--- DATA EXTRACTS ---
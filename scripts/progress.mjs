/** One line a step on the terminal, with what became of it and how long it took. */

/** @param {number} since from performance.now() */
const seconds = (since) => `${((performance.now() - since) / 1000).toFixed(1)} s`;

/**
 * Run a step and show it. Lines said while it runs stand indented below it.
 *
 * @template T
 * @param {string} name
 * @param {(say: (line: string) => void, outcome: (words: string) => void) => Promise<T>} action
 *   `outcome` sets the closing word (default: done)
 * @returns {Promise<T>}
 */
export async function step(name, action) {
  const begun = performance.now();
  let said = false;
  let words = "done";
  process.stdout.write(`  ${name.padEnd(16)} `);
  /** @param {string} line */
  const say = (line) => {
    if (line.trim() === "") return;
    process.stdout.write(`${said ? "" : "\n"}      ${line.trimEnd()}\n`);
    said = true;
  };
  try {
    const value = await action(say, (text) => (words = text));
    process.stdout.write(`${said ? `  ${"".padEnd(16)} ` : ""}${words}, ${seconds(begun)}\n`);
    return value;
  } catch (error) {
    process.stdout.write(`${said ? `  ${"".padEnd(16)} ` : ""}failed after ${seconds(begun)}\n`);
    throw error;
  }
}
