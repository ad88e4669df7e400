/** Bundles the server's programs (esbuild) and the client (Vite) into the two folders named on the command line. */
import fs from "node:fs";
import path from "node:path";
import { build as buildWithVite } from "vite";
import { bundleServerPrograms } from "./bundle.mjs";
import { projectDir } from "./processes.mjs";

/** Program in the build -> source. */
const programs = {
  main: "main.ts",
  migrate: "db/migrate.ts",
  "seed-demo": "demo/seed.ts",
  "new-lab": "labs/new-lab.ts",
  "analysis-worker": "checks/analysis-worker.ts",
  "report-worker": "records/report-worker.ts",
};

const webDir = path.join(projectDir, "packages/web");

/** @param {string} outdir */
async function buildClient(outdir) {
  await buildWithVite({ root: webDir, logLevel: "warn", build: { outDir: outdir, emptyOutDir: true } });
}

/**
 * Build into a folder beside the wanted one and move it into place when it is whole. Where another process finished
 * the same build first, its result stands.
 *
 * @param {(outdir: string) => Promise<void>} make
 * @param {string} folder
 */
async function buildInto(make, folder) {
  if (fs.existsSync(folder)) return;
  const unfinished = path.join(path.dirname(folder), `.unfinished-${process.pid}`);
  try {
    await make(unfinished);
    fs.renameSync(unfinished, folder);
  } catch (error) {
    if (!fs.existsSync(folder)) throw error;
  } finally {
    fs.rmSync(unfinished, { recursive: true, force: true });
  }
}

const [apiOut, webOut] = process.argv.slice(2);
if (apiOut === undefined || webOut === undefined) throw new Error("build-packages.mjs <api folder> <web folder>");
await Promise.all([
  buildInto((outdir) => bundleServerPrograms(programs, outdir), apiOut),
  buildInto(buildClient, webOut),
]);
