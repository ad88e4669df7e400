/** The report of a check as PDF: every line with its U, the rule, the verdict, the signatures and what it was made from. */
import { roundResult, type LineResult } from "@wavekeep/core";
import {
  elementOf,
  kindWords,
  listText,
  narrowSpace,
  percentText,
  toleranceText,
  verdictText,
  withSign,
  worstText,
} from "../checks/words.ts";
import { resultOf } from "../checks/summarise.ts";
import { dayText, dateIn, momentText } from "../instruments/dates.ts";
import { PdfSheet, type TableRow } from "./pdf-sheet.ts";
import type { ReportFacts } from "./report-facts.ts";

/** @param keyFingerprint SHA-256 of the public key that signs heads of the trail */
export async function renderReport(facts: ReportFacts, keyFingerprint: string): Promise<Buffer> {
  const title = `${facts.number ?? "Draft"}: ${facts.instrument.name}, check ${facts.check.number}`;
  const sheet = new PdfSheet({ title, author: facts.lab.name, createdAt: facts.madeAt });
  head(sheet, facts);
  circumstances(sheet, facts);
  lines(sheet, facts);
  conduct(sheet, facts);
  capturesTable(sheet, facts);
  signaturesTable(sheet, facts, keyFingerprint);
  return sheet.finish({
    left: `${facts.lab.name} · ${facts.check.number}, revision ${facts.revision} · ${facts.contentSha256 === null ? "not signed" : `record ${facts.contentSha256.slice(0, 16)}`}`,
    marks: marksOf(facts),
  });
}

/** What must stand on every page. */
function marksOf(facts: ReportFacts): string[] {
  const marks: string[] = [];
  if (facts.number === null) marks.push("DRAFT: not approved");
  if (facts.lab.isDemo) marks.push("DEMO: invented data of a demo lab");
  if (facts.signatures.some((signature) => signature.selfApproval))
    marks.push("SELF-APPROVED: the approver contributed to this check");
  return [marks.join("  ·  ")].filter((mark) => mark !== "");
}

function head(sheet: PdfSheet, facts: ReportFacts): void {
  const result = resultOf(facts.analysis);
  const { zone } = facts.lab;
  sheet.paragraph(`${facts.lab.name} · Wavelength check`, { grey: true }, { after: 2 });
  sheet.paragraph(
    `${facts.instrument.name}: ${verdictText(result.verdict, result.nearLimit)}`,
    { size: 17 },
    { after: 2 },
  );
  const worst = worstText(result);
  sheet.paragraph(
    worst === null
      ? (facts.analysis.reason ?? "No line was judged: the check fits an axis.")
      : `The worst of ${result.judgedCount} judged lines, ${worst}.`,
    { size: 10.5 },
    { after: 3 },
  );
  for (const reason of facts.analysis.verdict?.reasons ?? []) sheet.paragraph(reason, {}, { after: 2 });
  sheet.facts([
    ["Report", facts.number ?? "draft"],
    [
      "Check",
      `${facts.check.number}, revision ${facts.revision}, ${facts.check.condition === "as-left" ? "as left" : "as found"}`,
    ],
    ["Measured", facts.measuredAt === null ? "no capture" : momentText(zone, facts.measuredAt)],
    ["Printed", momentText(zone, facts.madeAt)],
    ["With every line", everyLineText(result.withEveryLine)],
    [
      "Left out",
      result.leftOutCount === 0 ? "nothing" : `${result.leftOutCount} of ${result.lineCount} lines, named below`,
    ],
  ]);
}

const everyLineText = (summary: ReturnType<typeof resultOf>["withEveryLine"]): string =>
  summary === null
    ? "not judged"
    : `${verdictText(summary.verdict, summary.nearLimit)}${summary.toleranceUsed === null ? "" : `, ${percentText(summary.toleranceUsed)} used`}`;

function circumstances(sheet: PdfSheet, facts: ReportFacts): void {
  const { instrument, configuration, inputs, analysis, lab } = facts;
  const { setup } = analysis;
  sheet.section("Instrument and conditions");
  sheet.facts([
    ["Instrument", `${instrument.name}, ${kindWords[instrument.kind as keyof typeof kindWords]}`],
    [
      "Maker",
      [instrument.maker, instrument.model, instrument.serial].filter((text) => text !== "").join(", ") || "not stated",
    ],
    ["Place", instrument.place || "not stated"],
    ["Owner", facts.ownerName],
    [
      "Range",
      `${configuration.rangeFirstNm} to ${configuration.rangeLastNm}${narrowSpace}nm${configuration.name === null ? "" : `, ${configuration.name}`}`,
    ],
    [
      "Axis in force",
      facts.axis === null
        ? setup.mode.kind === "earlier-axis"
          ? "the instrument's own"
          : setup.mode.kind === "range"
            ? "none: lines named by a range"
            : "none: lines named by the lamp's elements alone"
        : `no. ${facts.axis.number}, since ${dayText(dateIn(lab.zone, facts.axis.inForceFrom))}`,
    ],
    ["Room", roomText(facts)],
    [
      "Lamp on for",
      inputs.minutesSinceSwitchOn === null
        ? "not stated"
        : `${inputs.minutesSinceSwitchOn} min (procedure: ${facts.procedure.warmUpMinutes} min)`,
    ],
    ["Procedure", `${facts.procedure.code}, version ${facts.procedure.version}: ${facts.procedure.title}`],
    [
      "Decision rule",
      setup.decisionRule.kind === "simple"
        ? "simple acceptance, w = 0"
        : `guarded acceptance, w = ${setup.decisionRule.r === 1 ? "" : `${setup.decisionRule.r} `}U`,
    ],
    ["Warning limit", `${percentText(setup.warningShare)} of the tolerance`],
    ["Wavelengths", meaningText(setup.axisMeaning)],
    ["Line list", `${facts.lineListVersion}; measuring core ${analysis.coreVersion}`],
    ["Set-up", reproducibilityText(facts)],
  ]);
  sheet.paragraph(
    `Tolerance, version ${facts.tolerance.version}, in force since ${dayText(dateIn(lab.zone, facts.tolerance.inForceFrom))}: ${segmentsText(facts.tolerance.segments)}.`,
    {},
    { after: 2 },
  );
  for (const change of facts.toleranceChanges) {
    sheet.paragraph(
      `Tolerance changed on ${dayText(dateIn(lab.zone, change.inForceFrom))}, version ${change.version}: ${segmentsText(change.segments)}. Reason: ${change.reason}`,
      { size: 8 },
      { after: 2 },
    );
  }
  if (analysis.notIncluded.length > 0)
    sheet.paragraph(`U does not hold: ${analysis.notIncluded.join(", ")}.`, { size: 8 }, { after: 2 });
  sheet.table(
    [
      { title: "Source", share: 0.34 },
      { title: "Maker, serial", share: 0.24 },
      { title: "Review due", share: 0.16 },
      { title: "Certificate, SHA-256", share: 0.26 },
    ],
    facts.sources.map((source) => ({
      cells: [
        `${source.label}, ${source.name}`,
        [source.maker, source.serial].filter((text) => text !== "").join(", ") || "not stated",
        source.reviewDueOn === null ? "none" : `${dayText(source.reviewDueOn)}${source.pastReview ? ", past" : ""}`,
        source.certificateSha256 ?? "none stored",
      ],
    })),
  );
}

function roomText({ inputs, instrument, lab }: ReportFacts): string {
  const altitudeM = instrument.altitudeM ?? lab.altitudeM;
  return [
    inputs.temperatureC === null ? "temperature not stated" : `${inputs.temperatureC}${narrowSpace}°C`,
    inputs.pressureHpa !== null
      ? `${inputs.pressureHpa}${narrowSpace}hPa`
      : altitudeM === null
        ? "pressure not stated"
        : `pressure from ${altitudeM}${narrowSpace}m`,
    inputs.relativeHumidity === null ? null : `${percentText(inputs.relativeHumidity)} humidity`,
  ]
    .filter((part) => part !== null)
    .join(", ");
}

const meaningText = (meaning: string): string =>
  ({ vacuum: "vacuum", "standard-air": "standard air (15 °C, 101 325 Pa, dry)", "room-air": "air of the room" })[
    meaning
  ] ?? meaning;

function reproducibilityText({ analysis }: ReportFacts): string {
  const stated = analysis.setup.setupReproducibility;
  if (stated === null) return "not included";
  const basis = { history: "from its own checks", stated: "stated by the lab", assumed: "assumed, common practice" }[
    stated.basis
  ];
  return `${Number(stated.value.toPrecision(2))}${narrowSpace}${stated.unit}, ${basis}`;
}

const segmentsText = (segments: ReportFacts["tolerance"]["segments"]): string =>
  listText(
    segments.map(
      (segment) => `${toleranceText(segment.toleranceNm)} from ${segment.fromNm} to ${segment.toNm}${narrowSpace}nm`,
    ),
  );

function lines(sheet: PdfSheet, facts: ReportFacts): void {
  const { analysis } = facts;
  sheet.section("Lines");
  sheet.paragraph(
    `Error = indicated − reference, nm. U is expanded for 95.45${narrowSpace}% with the k beside it. Position and FWHM in ${analysis.axisUnit}. Named ${analysis.setup.mode.kind === "range" ? "from a range" : "from the earlier axis"}; chance of an accidental agreement ${analysis.confidence.chanceProbability.toExponential(0)}.`,
    { size: 8, grey: true },
  );
  const named = analysis.lines
    .filter((line) => line.wavelengthNm !== null)
    .sort((a, b) => a.wavelengthNm! - b.wavelengthNm!);
  sheet.table(
    [
      { title: "Reference, nm", share: 0.14, align: "right" },
      { title: "Species", share: 0.11 },
      { title: "Position", share: 0.1, align: "right" },
      { title: "Error", share: 0.1, align: "right" },
      { title: "U", share: 0.09, align: "right" },
      { title: "k", share: 0.06, align: "right" },
      { title: "FWHM", share: 0.08, align: "right" },
      { title: "Tolerance", share: 0.1, align: "right" },
      { title: "Used", share: 0.07, align: "right" },
      { title: "Verdict", share: 0.15 },
    ],
    named.map((line) => lineRow(line, analysis.verdict?.worstLine === analysis.lines.indexOf(line))),
  );
  if (analysis.missingLinesNm.length > 0) {
    sheet.paragraph(
      `Expected and not found: ${analysis.missingLinesNm.map((nm) => nm.toFixed(3)).join(", ")}${narrowSpace}nm.`,
      { size: 8 },
    );
  }
  for (const warning of analysis.warnings) sheet.paragraph(warning.text, { size: 8 }, { after: 2 });
  if (analysis.dispersion !== null) {
    const { degree, coefficients, rmsNm } = analysis.dispersion;
    sheet.paragraph(
      `Axis fitted by this check: degree ${degree}, RMS ${rmsNm.toPrecision(2)}${narrowSpace}nm; nm in ascending powers of the pixel: ${coefficients.map((c) => Number(c.toPrecision(12))).join(", ")}.`,
      { size: 8 },
    );
  }
}

const statusWords: Record<string, string> = {
  "left-out": "left out",
  refused: "refused",
  "not-judged": "not judged",
  unnamed: "not named",
};

function lineRow(line: LineResult, worst: boolean): TableRow {
  const rounded =
    line.errorNm === null || line.errorExpandedUncNm === null
      ? null
      : roundResult(line.errorNm, line.errorExpandedUncNm);
  const judged = line.status === "judged";
  const species = elementOf(line.species ?? line.element ?? "");
  const note =
    line.leftOut !== null
      ? `Left out, ${line.leftOut.reason.replaceAll("-", " ")}: ${line.leftOut.note}`
      : judged
        ? undefined
        : (line.reason ?? undefined);
  return {
    grey: !judged,
    note,
    cells: [
      line.wavelengthNm!.toFixed(4),
      `${species}${line.blendOfNm.length > 1 ? " blend" : ""}${line.required ? ", required" : ""}`,
      line.position.toFixed(2),
      rounded === null ? "" : withSign(rounded.value),
      rounded?.expandedUnc ?? "",
      line.coverageFactor === null ? "" : line.coverageFactor.toFixed(2),
      line.fwhm.toFixed(2),
      line.toleranceNm === null ? "" : toleranceText(line.toleranceNm).replace(/[^\d.].*$/, ""),
      line.toleranceUsed === null ? "" : percentText(line.toleranceUsed),
      {
        text: judged ? verdictText(line.verdict, line.nearLimit) : (statusWords[line.status] ?? line.status),
        strong: worst,
      },
    ],
  };
}

/** Attempts, changes of settings, comments: what the approver has seen. */
function conduct(sheet: PdfSheet, facts: ReportFacts): void {
  sheet.section("How it was made");
  for (const attempt of facts.attempts) {
    const count = facts.receipts.filter((receipt) => receipt.attempt === attempt.number).length;
    const why = facts.attempts.find((next) => next.number === attempt.number + 1)?.reason;
    sheet.paragraph(
      `Attempt ${attempt.number}: ${count} ${count === 1 ? "capture" : "captures"}${why === undefined ? "" : `; abandoned: ${why}`}`,
      {},
      { after: 1 },
    );
  }
  for (const change of facts.changes)
    sheet.paragraph(
      `Analysis ${change.version}, attempt ${change.attempt}: ${change.changed}`,
      { size: 8 },
      { after: 1 },
    );
  for (const comment of facts.comments) {
    sheet.paragraph(
      `${comment.kind.replaceAll("-", " ")}, ${comment.byName}, ${momentText(facts.lab.zone, comment.at)}: ${comment.comment}`,
      { size: 8 },
      { after: 1 },
    );
  }
  if (facts.inputs.note !== "") sheet.paragraph(`Note: ${facts.inputs.note}`, { size: 8 });
}

function capturesTable(sheet: PdfSheet, facts: ReportFacts): void {
  sheet.section("Captures, as received");
  sheet.table(
    [
      { title: "File", share: 0.28 },
      { title: "Attempt", share: 0.09 },
      { title: "Part", share: 0.08 },
      { title: "Received", share: 0.21 },
      { title: "SHA-256", share: 0.34 },
    ],
    facts.receipts.map((receipt) => ({
      cells: [
        receipt.fileName,
        String(receipt.attempt),
        receipt.part,
        momentText(facts.lab.zone, new Date(receipt.receivedAt)),
        receipt.sha256,
      ],
      note:
        [
          receipt.refusal,
          receipt.seenBefore === null
            ? null
            : `The same bytes came before, in ${receipt.seenBefore.checkNumber} as ${receipt.seenBefore.fileName}.`,
        ]
          .filter((text) => text !== null)
          .join(" ") || undefined,
    })),
  );
  sheet.paragraph(`SHA-256 of the analysis: ${facts.analysisSha256}`, { size: 8 });
}

function signaturesTable(sheet: PdfSheet, facts: ReportFacts, keyFingerprint: string): void {
  sheet.section("Signatures and record");
  sheet.table(
    [
      { title: "Name", share: 0.26 },
      { title: "Role", share: 0.16 },
      { title: "Meaning", share: 0.22 },
      { title: "Signed", share: 0.24 },
      { title: "Revision", share: 0.12 },
    ],
    facts.signatures.map((signature) => ({
      cells: [
        { text: signature.printedName, strong: true },
        signature.role,
        `${signature.meaning}${signature.selfApproval ? " (self-approval)" : ""}`,
        `${momentText(signature.zone, signature.signedAt)} (${signature.signedAt.toISOString()})`,
        String(signature.revision),
      ],
      note: `Over SHA-256 ${signature.contentSha256}; by ${signature.proof === "password" ? "password" : "the seeding of a demo lab"}`,
    })),
  );
  if (facts.head !== null) {
    sheet.paragraph(
      `Head of the trail when this report was made: entry ${facts.head.number}, ${facts.head.hash}`,
      { size: 8 },
      { after: 1 },
    );
    sheet.paragraph(`Heads are signed by the key ${keyFingerprint}`, { size: 8 });
  }
}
---
**TASK BRIEF**
Pick out every line of the listing containing the word "signaturesTable", and show those lines.

**SOLUTION TO THIS TASK**
  signaturesTable(sheet, facts, keyFingerprint);
function signaturesTable(sheet: PdfSheet, facts: ReportFacts, keyFingerprint: string): void {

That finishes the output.